=== Section Start ===

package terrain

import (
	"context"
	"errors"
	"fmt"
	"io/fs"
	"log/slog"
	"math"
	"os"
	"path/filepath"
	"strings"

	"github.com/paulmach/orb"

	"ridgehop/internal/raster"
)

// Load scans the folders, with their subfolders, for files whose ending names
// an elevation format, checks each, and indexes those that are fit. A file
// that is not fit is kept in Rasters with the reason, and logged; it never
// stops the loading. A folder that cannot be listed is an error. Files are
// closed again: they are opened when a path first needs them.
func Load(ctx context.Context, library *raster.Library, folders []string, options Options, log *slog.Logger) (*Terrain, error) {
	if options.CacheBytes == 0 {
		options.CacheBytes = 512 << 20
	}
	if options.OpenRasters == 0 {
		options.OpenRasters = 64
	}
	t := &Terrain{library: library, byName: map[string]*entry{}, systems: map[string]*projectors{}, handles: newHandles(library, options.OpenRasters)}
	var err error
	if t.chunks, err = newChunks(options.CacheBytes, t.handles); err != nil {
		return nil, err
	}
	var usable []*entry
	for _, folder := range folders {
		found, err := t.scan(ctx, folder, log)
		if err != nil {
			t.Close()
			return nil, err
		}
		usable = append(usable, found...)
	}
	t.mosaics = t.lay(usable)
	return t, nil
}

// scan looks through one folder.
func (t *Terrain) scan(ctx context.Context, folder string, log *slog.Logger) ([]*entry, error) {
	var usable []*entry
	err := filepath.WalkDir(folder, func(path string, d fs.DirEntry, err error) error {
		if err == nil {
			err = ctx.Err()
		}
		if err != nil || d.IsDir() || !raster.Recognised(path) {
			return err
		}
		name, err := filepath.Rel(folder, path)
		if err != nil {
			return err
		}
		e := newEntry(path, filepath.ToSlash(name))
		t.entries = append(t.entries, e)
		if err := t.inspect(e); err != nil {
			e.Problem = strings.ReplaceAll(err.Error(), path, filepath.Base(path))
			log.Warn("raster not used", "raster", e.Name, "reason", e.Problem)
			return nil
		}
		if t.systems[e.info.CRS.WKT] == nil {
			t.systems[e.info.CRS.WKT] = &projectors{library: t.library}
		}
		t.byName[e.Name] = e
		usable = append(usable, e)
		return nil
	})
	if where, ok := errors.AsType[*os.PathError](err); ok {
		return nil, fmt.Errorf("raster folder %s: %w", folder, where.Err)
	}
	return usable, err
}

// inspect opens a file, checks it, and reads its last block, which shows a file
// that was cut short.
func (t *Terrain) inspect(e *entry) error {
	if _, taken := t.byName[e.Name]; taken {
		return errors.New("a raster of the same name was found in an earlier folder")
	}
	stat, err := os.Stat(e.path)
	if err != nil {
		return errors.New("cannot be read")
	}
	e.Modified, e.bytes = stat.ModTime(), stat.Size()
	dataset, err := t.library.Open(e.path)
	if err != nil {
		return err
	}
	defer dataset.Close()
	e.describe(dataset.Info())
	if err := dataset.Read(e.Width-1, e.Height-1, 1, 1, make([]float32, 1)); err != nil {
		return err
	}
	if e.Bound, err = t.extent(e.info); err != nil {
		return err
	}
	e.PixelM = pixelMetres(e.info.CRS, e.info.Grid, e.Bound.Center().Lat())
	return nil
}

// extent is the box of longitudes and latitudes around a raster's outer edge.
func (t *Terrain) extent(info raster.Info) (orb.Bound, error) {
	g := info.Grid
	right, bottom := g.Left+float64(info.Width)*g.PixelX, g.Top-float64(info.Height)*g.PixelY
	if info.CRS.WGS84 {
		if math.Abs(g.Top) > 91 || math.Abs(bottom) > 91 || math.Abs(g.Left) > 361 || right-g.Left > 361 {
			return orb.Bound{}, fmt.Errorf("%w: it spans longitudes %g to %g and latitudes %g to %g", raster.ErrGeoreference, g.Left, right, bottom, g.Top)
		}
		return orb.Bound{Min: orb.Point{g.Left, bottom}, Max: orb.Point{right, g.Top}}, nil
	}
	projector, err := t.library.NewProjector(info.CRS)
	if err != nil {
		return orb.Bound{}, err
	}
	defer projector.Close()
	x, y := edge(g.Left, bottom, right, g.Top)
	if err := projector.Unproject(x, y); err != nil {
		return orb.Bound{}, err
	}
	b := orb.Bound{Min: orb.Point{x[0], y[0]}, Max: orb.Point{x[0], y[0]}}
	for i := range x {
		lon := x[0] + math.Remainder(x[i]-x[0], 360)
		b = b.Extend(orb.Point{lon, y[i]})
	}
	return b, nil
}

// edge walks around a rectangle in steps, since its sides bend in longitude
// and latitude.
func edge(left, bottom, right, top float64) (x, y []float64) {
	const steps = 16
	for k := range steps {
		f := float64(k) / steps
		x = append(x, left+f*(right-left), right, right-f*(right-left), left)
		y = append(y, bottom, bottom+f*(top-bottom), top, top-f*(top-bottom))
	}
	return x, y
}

=== Section End ===
=== Section Start ===

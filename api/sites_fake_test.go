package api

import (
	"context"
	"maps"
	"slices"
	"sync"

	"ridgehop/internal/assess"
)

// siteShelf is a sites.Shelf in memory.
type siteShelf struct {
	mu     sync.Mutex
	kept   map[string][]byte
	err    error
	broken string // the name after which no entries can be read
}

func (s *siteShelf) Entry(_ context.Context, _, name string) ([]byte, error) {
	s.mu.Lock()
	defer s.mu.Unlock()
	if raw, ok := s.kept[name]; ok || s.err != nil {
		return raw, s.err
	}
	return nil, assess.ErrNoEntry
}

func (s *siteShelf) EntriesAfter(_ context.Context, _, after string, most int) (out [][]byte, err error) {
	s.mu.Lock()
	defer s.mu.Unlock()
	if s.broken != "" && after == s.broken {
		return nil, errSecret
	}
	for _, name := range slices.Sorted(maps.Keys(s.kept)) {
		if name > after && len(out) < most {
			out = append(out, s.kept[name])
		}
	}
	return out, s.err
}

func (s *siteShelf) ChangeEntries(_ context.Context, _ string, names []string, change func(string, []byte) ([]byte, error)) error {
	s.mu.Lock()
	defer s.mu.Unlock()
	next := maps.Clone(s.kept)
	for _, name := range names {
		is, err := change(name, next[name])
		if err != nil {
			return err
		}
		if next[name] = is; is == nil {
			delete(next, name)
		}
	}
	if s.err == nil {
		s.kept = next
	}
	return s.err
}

=== Section End ===

The entries above hold the needed span. Transcribe exactly the lines from the one with "if t.chunks, err" to the one with "func (t *Terrain) scan(ctx", both included.

	if t.chunks, err = newChunks(options.CacheBytes, t.handles); err != nil {
		return nil, err
	}
	var usable []*entry
	for _, folder := range folders {
		found, err := t.scan(ctx, folder, log)
		if err != nil {
			t.Close()
			return nil, err
		}
		usable = append(usable, found...)
	}
	t.mosaics = t.lay(usable)
	return t, nil
}

// scan looks through one folder.
func (t *Terrain) scan(ctx context.Context, folder string, log *slog.Logger) ([]*entry, error) {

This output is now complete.